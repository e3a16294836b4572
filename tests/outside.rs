//! Truth outside ourselves: the checker held to treatises, chorales and judged passages.
//!
//! The data stands in a folder of its own beside the repository (or where `PARTWRIGHT_SHARED`
//! points) and is no part of it; where it is absent these tests say so and are left out.

#![allow(clippy::unwrap_used, clippy::panic, clippy::print_stdout)]

#[path = "outside/beats.rs"]
mod beats;
#[path = "outside/consecutives.rs"]
mod consecutives;
#[path = "outside/figured.rs"]
mod figured;
#[path = "outside/figures.rs"]
mod figures;
#[path = "outside/harmony.rs"]
mod harmony;
#[path = "outside/hurts.rs"]
mod hurts;
#[path = "outside/invariance.rs"]
mod invariance;
#[path = "outside/judged.rs"]
mod judged;
#[path = "outside/moves.rs"]
mod moves;
#[path = "outside/rewrite.rs"]
mod rewrite;
#[path = "outside/scores.rs"]
mod scores;
#[path = "outside/stated.rs"]
mod stated;
#[path = "outside/table.rs"]
mod table;
#[path = "outside/treatise.rs"]
mod treatise;
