//! What the check-value tests share: where the values are, and how to read them.
#![allow(
    dead_code,
    unreachable_pub,
    clippy::unwrap_used,
    clippy::panic,
    clippy::print_stderr
)]

use partwright_space::{Chord, Norm, Octave};
use serde_json::Value;
use std::path::PathBuf;

/// The check values, or `None` with a word where they are absent. Set `PARTWRIGHT_SHARED`, or
/// put the folder `shared` beside the repository.
pub fn check_values() -> Option<Value> {
    let folder = std::env::var_os("PARTWRIGHT_SHARED").map_or_else(
        || PathBuf::from(concat!(env!("CARGO_MANIFEST_DIR"), "/../../../shared")),
        PathBuf::from,
    );
    let path = folder.join("data/geometry-checkvalues.json");
    let Ok(text) = std::fs::read_to_string(&path) else {
        eprintln!("left out: no check values at {}", path.display());
        return None;
    };
    Some(serde_json::from_str(&text).unwrap())
}

/// The rows of a section; a missing or empty section is a failure.
pub fn rows<'a>(values: &'a Value, section: &str) -> &'a Vec<Value> {
    let rows = values[section]
        .as_array()
        .unwrap_or_else(|| panic!("no section {section}"));
    assert!(!rows.is_empty(), "{section} is empty");
    rows
}

pub fn int(value: &Value) -> i64 {
    value
        .as_i64()
        .unwrap_or_else(|| panic!("not a whole number: {value}"))
}

pub fn small(value: &Value) -> i32 {
    i32::try_from(int(value)).unwrap()
}

pub fn smalls(value: &Value) -> Vec<i32> {
    value.as_array().unwrap().iter().map(small).collect()
}

/// The three sizes under the names they have in the check values.
pub const NORMS: [(&str, Norm); 3] = [("L1", Norm::L1), ("L2", Norm::L2), ("Li", Norm::Linf)];

/// The octave of a row: twelve unless it says otherwise.
pub fn octave(row: &Value) -> Octave {
    let size = row.get("N").map_or(12, small);
    Octave::new(size).unwrap()
}

/// The two chords of a row.
pub fn chords(octave: Octave, row: &Value) -> (Chord, Chord) {
    let chord = |key: &str| Chord::new(octave, smalls(&row[key]));
    (chord("A"), chord("B"))
}

/// Collects what differs, so that one run names every wrong row.
#[derive(Default)]
pub struct Report {
    wrong: Vec<String>,
    compared: usize,
}

impl Report {
    pub fn same<T: PartialEq + std::fmt::Debug>(
        &mut self,
        row: &str,
        field: &str,
        got: &T,
        want: &T,
    ) {
        self.compared += 1;
        if got != want {
            self.wrong
                .push(format!("{row}: {field} is {got:?}, should be {want:?}"));
        }
    }

    pub fn done(self) {
        let Report { wrong, compared } = self;
        assert!(compared > 0, "nothing was compared");
        assert!(
            wrong.is_empty(),
            "{} of {compared} values differ\n{}",
            wrong.len(),
            wrong[..wrong.len().min(40)].join("\n")
        );
    }
}
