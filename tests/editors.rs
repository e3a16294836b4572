//! Real editors, driven by keys, against the real server.
//!
//! Neovim is taken from `PARTWRIGHT_NVIM`; `cargo xtask test` installs it and sets that.

#![allow(clippy::unwrap_used, clippy::panic, clippy::print_stdout)]

use std::fs::{self, File};
use std::path::{Path, PathBuf};
use std::process::{Command, Stdio};
use std::thread::sleep;
use std::time::{Duration, Instant};

/// For the whole of a run, which takes two or three seconds: a hung editor must not hang the test.
const LIMIT: Duration = Duration::from_secs(120);

/// A sign of three bytes stands before the fault, so that columns in other units would show.
const SHEET: &str = "\
title   The quay lamps at dusk
key     D major
metre   4/4

// the lamps are lit from the harbour wall inwards
S | F♯4 - G -  | A4 B A   G  | F♯4 - E  - | D4 - - - ||
B | D3  - E -  | D3 E F♯ B2  | D3  - C♯ - | D3 - - - ||
";

#[test]
fn a_composer_at_neovim() {
    let Some(nvim) = std::env::var_os("PARTWRIGHT_NVIM") else {
        println!("left out: no Neovim; `cargo xtask test` installs it");
        return;
    };
    let desk = tempfile::tempdir().unwrap();
    let sheet = desk.path().join("quay-lamps.voices");
    fs::write(&sheet, SHEET).unwrap();

    let mut said = Said(run(nvim.as_ref(), desk.path()).into_iter());

    said.exactly("typed :edit");
    said.exactly("filetype voicesheet, comment // %s");
    said.exactly("attached to partwright");
    said.exactly("server processes 1");
    let first = said.after("server ");
    said.parallel_fifths();

    said.exactly("typed gg]d");
    said.exactly("cursor 6 \"B\"");
    said.exactly("typed <C-W>d");
    let shown = said.all("shown ").join(" ");
    assert!(shown.contains("Parallel fifths"), "{shown}");
    assert!(shown.contains("[parallel-fifths]"), "{shown}");
    said.exactly("typed K");
    let hover = said.all("hover ").join("\n");
    assert!(
        hover.contains("B4") && hover.contains("parallel"),
        "{hover}"
    );

    said.exactly("typed cwG<Esc>");
    said.exactly("findings 0");
    said.exactly("typed u");
    said.parallel_fifths();
    said.exactly("typed cwH<Esc>");
    said.exactly("findings 1");
    said.exactly("finding 6:21 \"H\" error partwright reading");
    let message = said.after("message ");
    assert!(message.contains("German"), "{message}");
    said.exactly("typed ucwG<Esc>");
    said.exactly("findings 0");

    said.exactly("typed :write");
    said.exactly("ended with status 0, signal 0");
    said.exactly("findings 0");

    said.exactly("server processes 1");
    let second = said.after("server ");
    assert_ne!(first, second);
    said.exactly("findings 0");
    said.exactly("typed :quit");
    said.end();

    gone(&second);
    let written = fs::read_to_string(&sheet).unwrap();
    assert_eq!(written, SHEET.replace("A4 B A", "A4 G A"));
}

/// Runs the script in Neovim; its lines. The editor has no home but `desk`.
fn run(nvim: &Path, desk: &Path) -> Vec<String> {
    let root = Path::new(env!("CARGO_MANIFEST_DIR"));
    let program = Path::new(env!("CARGO_BIN_EXE_partwright"));
    let old = std::env::var_os("PATH").unwrap_or_default();
    let folders =
        std::iter::once(program.parent().unwrap().to_owned()).chain(std::env::split_paths(&old));
    let out = desk.join("out");
    let mut command = Command::new(nvim);
    command
        .args(["--headless", "--clean"])
        .args([
            "--cmd",
            "lua vim.opt.runtimepath:prepend(vim.env.EDITOR_FOLDER)",
        ])
        .arg("-S")
        .arg(root.join("tests/editors/neovim.lua"))
        .env("EDITOR_FOLDER", root.join("editors/neovim"))
        .env("PATH", std::env::join_paths(folders).unwrap())
        .current_dir(desk)
        .stdin(Stdio::null())
        .stdout(File::create(&out).unwrap())
        .stderr(File::create(desk.join("err")).unwrap());
    for folder in ["CONFIG", "DATA", "STATE", "CACHE"] {
        command.env(format!("XDG_{folder}_HOME"), desk.join("home"));
    }
    for variable in ["NVIM_APPNAME", "NVIM_LOG_FILE", "VIMINIT"] {
        command.env_remove(variable);
    }
    let mut editor = command.spawn().unwrap();
    let start = Instant::now();
    let status = loop {
        if let Some(status) = editor.try_wait().unwrap() {
            break Some(status);
        }
        if start.elapsed() > LIMIT {
            editor.kill().unwrap();
            editor.wait().unwrap();
            break None;
        }
        sleep(Duration::from_millis(10));
    };
    let read =
        |path: PathBuf| String::from_utf8_lossy(&fs::read(path).unwrap_or_default()).into_owned();
    let lines: Vec<String> = read(out).lines().map(ToOwned::to_owned).collect();
    assert!(
        status.is_some_and(|status| status.success()),
        "Neovim ended with {status:?}.\n{}\n-- standard error\n{}\n-- its log\n{}",
        lines.join("\n"),
        read(desk.join("err")),
        read(desk.join("home/nvim/lsp.log")),
    );
    lines
}

/// What the script said, taken line by line.
struct Said(std::vec::IntoIter<String>);

impl Said {
    fn next(&mut self) -> String {
        self.0.next().unwrap_or_else(|| "(nothing more)".to_owned())
    }

    #[track_caller]
    fn exactly(&mut self, wanted: &str) {
        let line = self.next();
        assert_eq!(line, wanted, "\nand then\n{}", self.rest());
    }

    #[track_caller]
    fn after(&mut self, start: &str) -> String {
        let line = self.next();
        let Some(rest) = line.strip_prefix(start) else {
            panic!(
                "{line}\nwhere \"{start}\" was expected, and then\n{}",
                self.rest()
            );
        };
        rest.to_owned()
    }

    /// All the next lines with this start.
    fn all(&mut self, start: &str) -> Vec<String> {
        let mut taken = Vec::new();
        while let Some(rest) = self
            .0
            .as_slice()
            .first()
            .and_then(|line| line.strip_prefix(start))
        {
            taken.push(rest.to_owned());
            self.0.next();
        }
        taken
    }

    /// The one finding of the sheet as it was: at the arrival, with its three other notes.
    #[track_caller]
    fn parallel_fifths(&mut self) {
        self.exactly("findings 1");
        self.exactly("finding 6:21 \"B\" error partwright parallel-fifths");
        self.exactly(
            "message Parallel fifths: S and B go from D3–A4 to E3–B4. Move one voice the other way.",
        );
        self.exactly("related 6 \"A4\" from here: S A4");
        self.exactly("related 7 \"D3\" from here: B D3");
        self.exactly("related 7 \"E\" with: B E3");
    }

    #[track_caller]
    fn end(&mut self) {
        assert_eq!(self.rest(), "");
    }

    fn rest(&self) -> String {
        self.0.as_slice().join("\n")
    }
}

/// The editor waits for no server when it leaves: this one must go by itself.
#[track_caller]
fn gone(process: &str) {
    if !Path::new("/proc/self/stat").exists() {
        println!("left out: no process table to look for the server in");
        return;
    }
    let state = || {
        let stat = fs::read_to_string(format!("/proc/{process}/stat")).ok()?;
        stat.rsplit_once(") ")?.1.chars().next()
    };
    let start = Instant::now();
    // Ended and not yet collected by the system's first process, which has inherited it.
    while state().is_some_and(|state| state != 'Z') {
        assert!(start.elapsed() < LIMIT, "the server outlived the editor");
        sleep(Duration::from_millis(10));
    }
}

- EXERCISE BRIEF
Find the line with "line by line." in the entries above. Retype it and each line after it, exactly, through the line with "fn exactly(&mut self, wanted: &str)", and stop there.

- ANSWER TO THIS EXERCISE
/// What the script said, taken line by line.
struct Said(std::vec::IntoIter<String>);

impl Said {
    fn next(&mut self) -> String {
        self.0.next().unwrap_or_else(|| "(nothing more)".to_owned())
    }

    #[track_caller]
    fn exactly(&mut self, wanted: &str) {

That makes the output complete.